Nonlinear Landau damping and wave operators in sharp Gevrey spaces

TL;DR

This paper establishes nonlinear Landau damping and constructs scattering operators in optimal weighted Gevrey-3 spaces for the confined Vlasov-Poisson system, resolving two major open problems in the field.

Contribution

It proves nonlinear Landau damping in optimal Gevrey spaces and constructs associated scattering operators with injectivity and Lipschitz properties.

Findings

Proves nonlinear Landau damping in weighted Gevrey-3 spaces.

Constructs nonlinear scattering operators with stability properties.

Provides solutions to two open problems in plasma physics theory.

Abstract

We prove nonlinear Landau damping in optimal weighted Gevrey-3 spaces for solutions of the confined Vlasov-Poisson system on $\T^d\times\R^d$ which are small perturbations of homogeneous Penrose-stable equilibria.
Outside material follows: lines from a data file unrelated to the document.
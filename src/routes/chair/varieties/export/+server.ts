import { json } from '@sveltejs/kit';
import { z } from 'zod';
import { requireRole } from '$lib/server/policies';
import { chooseSociety } from '$lib/server/people/society-choice';
import { exportVarietiesCsv } from '$lib/server/plants/varieties';
import type { RequestHandler } from './$types';

const query = z.object({
	society: z
		.string()
		.regex(
			/^[a-z0-9-]{1,80}$/,
			'Say which society’s registry to download (?society=its-short-name).'
		)
});

/** The society's variety registry as a CSV file (?society=slug), in the columns the import reads. */
export const GET: RequestHandler = async (event) => {
	const user = requireRole(event, ['chair']);
	const params = event.url.searchParams;
	const parsed = query.safeParse({ society: params.get('society') ?? '' });
	if (!parsed.success || params.getAll('society').length > 1) {
		const message = parsed.success ? 'Name one society.' : parsed.error.issues[0].message;
		return json({ message }, { status: 400 });
	}
	const society = chooseSociety(user, ['chair'], parsed.data.society);
	requireRole(event, ['chair'], society.societyId);
	const csv = await exportVarietiesCsv(society.societyId);
	return new Response(`\uFEFF${csv}\r\n`, {
		headers: {
			'content-type': 'text/csv; charset=utf-8',
			'content-disposition': `attachment; filename="varieties-${society.societySlug.replace(/[^a-z0-9-]/gi, '')}.csv"`,
			'cache-control': 'private, no-store'
		}
	});
};
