import { expect, test, type Browser, type BrowserContext, type Page } from '@playwright/test';
import { expectAccessible } from './support/axe';
import { firstLink, lastMailId, waitForMail } from './support/mail';
import { requestSignInLink } from './support/session';

/**
 * A society's season from an empty database (the 'fresh' project: a built app on a database with
 * the migrations and no demo seed). Serial steps that share the people and the society below:
 * the founder starts the society and invites the others; the chair builds a show from empty with
 * a scale of their own and publishes its schedule; the member enters (a trailer into a
 * single-crown class first, refused); the clerk checks the entry in; the judge scores it; the
 * chair publishes the results; the member's placements mail arrives. Everything through the pages.
 */
const run = Date.now().toString(36);
const address = (who: string) => `${who}-${run}@fresh.crownbench.test`;

type Person = {
	email: string;
	role: string;
	home: string;
	heading: string;
	context?: BrowserContext;
};

const founder: Person = {
	email: address('founder'),
	role: 'Society admin',
	home: '/admin',
	heading: 'Society admin'
};
const society = { name: `Brookfield Violet Circle ${run}`, slug: `brookfield-${run}` };
const invitees: Record<'chair' | 'clerk' | 'judge' | 'member', Person> = {
	chair: { email: address('chair'), role: 'Show chair', home: '/chair', heading: 'Show chair' },
	clerk: { email: address('clerk'), role: 'Clerk', home: '/desk', heading: 'Entry desk' },
	judge: { email: address('judge'), role: 'Judge', home: '/judging', heading: 'Judging' },
	member: { email: address('member'), role: 'Member', home: '/my', heading: 'My entries' }
};
/** The link each invitee's invitation mail carries. */
const invitationLinks = new Map<string, string>();

/** Today's date in a time zone, as YYYY-MM-DD (the society's day decides the show's stage). */
function todayIn(timeZone: string): string {
	return new Intl.DateTimeFormat('en-CA', { timeZone }).format(new Date());
}
/** A date a year before today: the plant has been owned longer than any possession period. */
function yearAgo(): string {
	const d = new Date();
	d.setFullYear(d.getFullYear() - 1);
	return d.toISOString().slice(0, 10);
}

/**
 * The society's own scale, made by the chair: the criteria and points of the published African
 * violet scale for standard plants (symmetry 25, condition 25, quantity of bloom 25, size and type
 * of blossom 15, color of blossom 10: "A Beginner's Guide to Judging", AVM 1993, rev. 2020, as
 * DOMAIN.md gives it), under a name of the society's own.
 */
const scale = {
	name: `Brookfield bench scale ${run}`,
	criteria: [
		{ label: 'Symmetry or leaf pattern', points: 25 },
		{ label: 'Condition', points: 25 },
		{ label: 'Quantity of bloom', points: 25 },
		{ label: 'Size and type of blossom', points: 15 },
		{ label: 'Color of blossom', points: 10 }
	]
};
/**
 * Deductions the judge makes on each criterion: 100 less 5 is 95, a blue ribbon under merit
 * judging (90 and over: the national handbook's minimum, from memory, and the default of a new
 * show's award rules) and best in class as the class's only entry that reaches it.
 */
const deductions = [1, 1.5, 1, 1, 0.5];
const expectedScore = 95;

const show = {
	name: `Brookfield First Show ${run}`,
	slug: `first-show-${run}`,
	venue: 'Community hall, room 2'
};
/** Two divisions and three classes; class 1 takes single-crown standards, class 2 trailers. */
const divisions = [
	{ code: 'I', name: 'Standard plants' },
	{ code: 'II', name: 'Trailers and small plants' }
];
const classes = [
	{
		division: 'I',
		code: '1',
		name: 'Standard single crowns',
		habit: 'Single crown',
		sizes: ['standard']
	},
	{ division: 'II', code: '2', name: 'Trailers of any size', habit: 'Trailer', sizes: [] },
	{
		division: 'II',
		code: '3',
		name: 'Miniature single crowns',
		habit: 'Single crown',
		sizes: ['miniature', 'semiminiature']
	}
];
/** Invented varieties for the society's empty registry (no real variety or hybridizer). */
const varieties = {
	single: { name: `Quillmoor Dawn ${run}`, habit: 'Single crown', size: 'standard' },
	trailer: { name: `Pebblewash Ramble ${run}`, habit: 'Trailer', size: 'standard' }
};
/** The member's accepted entry, read from the page. */
let entryNumber = 0;

/** A page in the person's own browser context (their session stays for the later steps). */
async function pageOf(browser: Browser, person: Person): Promise<Page> {
	person.context ??= await browser.newContext();
	return person.context.newPage();
}
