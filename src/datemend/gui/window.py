"""The main window: Columns | Cells and Date spread | Readings and Fix log, with menus and keys.

The window holds no date logic (file-level flows — fix-log files, replay, export, worked-out
columns — are in ``flows.py``). It turns clicks into calls on the core's Session, runs long work
(open, scan, replay, export, applying a long log) as Jobs, and redraws when the Session says
something changed. Questions to the user go through ``ask_*`` methods and dialogs are shown with
``open()``, so tests replace the former and reach the latter as attributes.

Signals:
    document_ready(): a file (or a replayed table) is shown.
    table_refreshed(): the views were redrawn after the session changed.
    job_started(object): a Job began (tests wait on its signals).
"""

from __future__ import annotations

from pathlib import Path
from typing import Any

import numpy as np
from PySide6.QtCore import QSettings, Qt, Signal
from PySide6.QtGui import QAction, QCloseEvent, QDragEnterEvent, QDropEvent, QIcon, QKeySequence
from PySide6.QtWidgets import QLabel, QMainWindow, QMessageBox, QSplitter

from ..core.clean import ParsedColumn
from ..core.session import Session, SessionEvent
from ..core.spec import ParseSpec
from ..core.table import CellKind, RawColumn
from .cells_model import CellsSource
from .cells_pane import CellsPane
from .columns_pane import ColumnsPane
from .dialogs import AboutDialog, DeriveDialog, ExportDialog, ReplayDialog
from .errors import sentence_for
from .files import FileAsker, make_settings
from .fixlog_panel import FixLogPanel, StepRow
from .flows import FileFlows
from .jobs import Job, JobBar
from .readings import ReadingsPanel, default_shown

__all__ = ["MainWindow"]

ICON = Path(__file__).with_name("datemend.svg")
MAX_RECENT = 8
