def _merge_reports(log: Any, reports: list[Any], described: str) -> Any:
    """One drift report for the whole dataset (counts add up; a hand-set cell is lost only if
    no partition placed it), named after what was replayed."""
    from .core.replay import ReplayReport

    merged = ReplayReport.merge(reports)
    return dataclasses.replace(merged, file=described, log=log)


def _has_problems(report: Any) -> bool:
    return bool(report.has_drift or report.unresolved)


def _describe_inputs(paths: Any, inputs: list[Path], kind: str) -> str:
    if kind == "parquet" and len(inputs) == 1 and inputs[0].is_dir():
        return f"Parquet dataset {inputs[0].name}"
    if len(inputs) == 1:
        return inputs[0].name
    given = paths if isinstance(paths, str | Path) else None
    tail = f" ({Path(given).name})" if given is not None else ""
    return f"{len(inputs)} files{tail}"


# ------------------------------------------------------------------------------ inputs


def _dask_dataframe() -> Any:
    try:
        import dask.dataframe as dd
    except ImportError as err:
        raise DatemendError(
            "replay on Dask needs the optional Dask extra: pip install 'datemend[dask]'."
        ) from err
    return dd


def _resolve_inputs(paths: str | Path | Sequence[str | Path]) -> tuple[str, list[Path]]:
    """("csv" | "parquet", files or one dataset folder) from a glob, a list or a folder."""
    given = [paths] if isinstance(paths, str | Path) else list(paths)
    if not given:
        raise DatemendError("no input files were given.")
    files: list[Path] = []
    for item in given:
        p = Path(item)
        if p.is_dir():
            files.append(p)
            continue
        hits = sorted(glob.glob(str(item))) if glob.has_magic(str(item)) else [str(item)]
        if not hits:
            raise DatemendError(f'no file matches "{item}".')
        for h in hits:
            if not Path(h).is_file() and not Path(h).is_dir():
                raise DatemendError(f'input "{h}" does not exist.')
            files.append(Path(h))
    kinds = {_kind_of(p) for p in files}
    if len(kinds) > 1:
        raise DatemendError(
            "the inputs mix CSV and Parquet; replay one kind at a time "
            f'(first inputs: "{files[0]}", "{files[-1]}").'
        )
    kind = kinds.pop()
    if kind == "csv" and any(p.is_dir() for p in files):
        raise DatemendError(
            f'"{next(p for p in files if p.is_dir())}" is a folder of CSV files; '
            "give a glob such as 'data/*.csv'."
        )
    return kind, files


def _kind_of(p: Path) -> str:
    if p.is_dir():
        inside = {q.suffix.lower() for q in p.rglob("*") if q.is_file()}
        if ".parquet" in inside or ".parq" in inside:
            return "parquet"
        if ".csv" in inside or ".tsv" in inside or ".txt" in inside:
            return "csv"
        raise DatemendError(f'folder "{p}" holds no Parquet or CSV files.')
    suffix = p.suffix.lower()
    if suffix in (".parquet", ".parq"):
        return "parquet"
    if suffix in (".csv", ".tsv", ".txt"):
        return "csv"
    raise DatemendError(
        f'"{p.name}" is neither CSV nor Parquet; replay on Dask reads CSV files or a Parquet '
        "dataset (use `datemend replay` without --engine dask for workbooks)."
    )


def _csv_dialect(first: Path, sep: str | None, encoding: str | None) -> tuple[str, str]:
    """Delimiter and encoding: as given, else as the readers detect them in the first file."""
    if sep is not None and encoding is not None:
        return sep, encoding
    from .core.readers_text import detect_text_format

    fmt = detect_text_format(str(first))
    enc = encoding or fmt.encoding or "utf-8"
    if enc.replace("_", "-").lower() in ("utf-8", "utf8"):
        enc = "utf-8-sig"  # drops a byte-order mark if there is one, as the readers do
    elif fmt.bom and enc.lower().startswith("utf-16"):
        enc = "utf-16"  # the utf-16 codec reads the byte-order mark and drops it
    return sep or fmt.delimiter or ",", enc


def _output_names(files: list[Path], ext: str) -> list[str]:
    """Output file name for each input file (one partition each, in order): its stem, numbered
    only if stems collide."""
    stems = [p.stem for p in files]
    unique = len(set(stems)) == len(stems)
    return [f"{p.stem}{ext}" if unique else f"{i:05d}-{p.stem}{ext}" for i, p in enumerate(files)]


def _refuse_existing(targets: list[Path], overwrite: bool) -> None:
    if overwrite:
        return
    for t in targets:
        if t.exists():
            raise DatemendError(
                f'"{t}" already exists; pass overwrite (--overwrite) to replace it.'
            )


# ------------------------------------------------------------------------------ scheduling


def _compute(job: Any, scheduler: str | None, progress: Progress | None) -> pd.DataFrame:
    if scheduler is None or scheduler in LOCAL_SCHEDULERS:
        return _compute_local(job, scheduler, progress)
    return _compute_cluster(job, scheduler, progress)


def _compute_local(job: Any, scheduler: str | None, progress: Progress | None) -> pd.DataFrame:
    from dask.callbacks import Callback

    kwargs = {} if scheduler is None else {"scheduler": scheduler}
    if progress is None:
        return job.compute(**kwargs)

    class _Report(Callback):
        def _start_state(self, dsk: Any, state: Any) -> None:
            self.total = max(1, len(dsk))
            self.done = 0
            progress.report(0, self.total, "replaying partitions")

        def _posttask(self, key: Any, result: Any, dsk: Any, state: Any, worker: Any) -> None:
            self.done += 1
            progress.report(min(self.done, self.total), self.total, "replaying partitions")

    with _Report():
        return job.compute(**kwargs)


def _compute_cluster(job: Any, address: str, progress: Progress | None) -> pd.DataFrame:
    try:
        from distributed import Client
    except ImportError as err:
        raise DatemendError(
            f'a scheduler address ("{address}") needs dask.distributed: '
            "pip install 'datemend[dask]' (or use the local scheduler)."
        ) from err
    try:
        client = Client(address, timeout=CONNECT_TIMEOUT_S)
    except OSError as err:  # refused, unknown host, or no answer in time
        raise DatemendError(
            f'could not reach the Dask scheduler at "{address}" within {CONNECT_TIMEOUT_S} s; '
            "check the address and that the scheduler is running."
        ) from err
    except (ValueError, TypeError) as err:  # "bogus", "tcp://host:port-not-a-number"
        raise DatemendError(
            f'"{address}" is neither a local scheduler ({", ".join(LOCAL_SCHEDULERS)}) '
            "nor a scheduler address like tcp://host:8786."
        ) from err
    try:
        future = client.compute(job)
        while not future.done():
            if progress is not None:
                try:
                    progress.report(0, 1, "replaying partitions on the cluster")
                except BaseException:
                    future.cancel()
                    raise
            time.sleep(0.2)
        result = future.result()
        if progress is not None:
            progress.report(1, 1, "replayed")
        return result
    finally:
        client.close()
We also prove the existence of nonlinear scattering operators associated to the confined Vlasov-Poisson evolution, as well as suitable injectivity properties and Lipschitz estimates (also in weighted Gevrey-3 spaces) on these operators. Our results give definitive answers to two well-known open problems in the field, both of them stated in the recent review of Bedrossian [4, Section 6].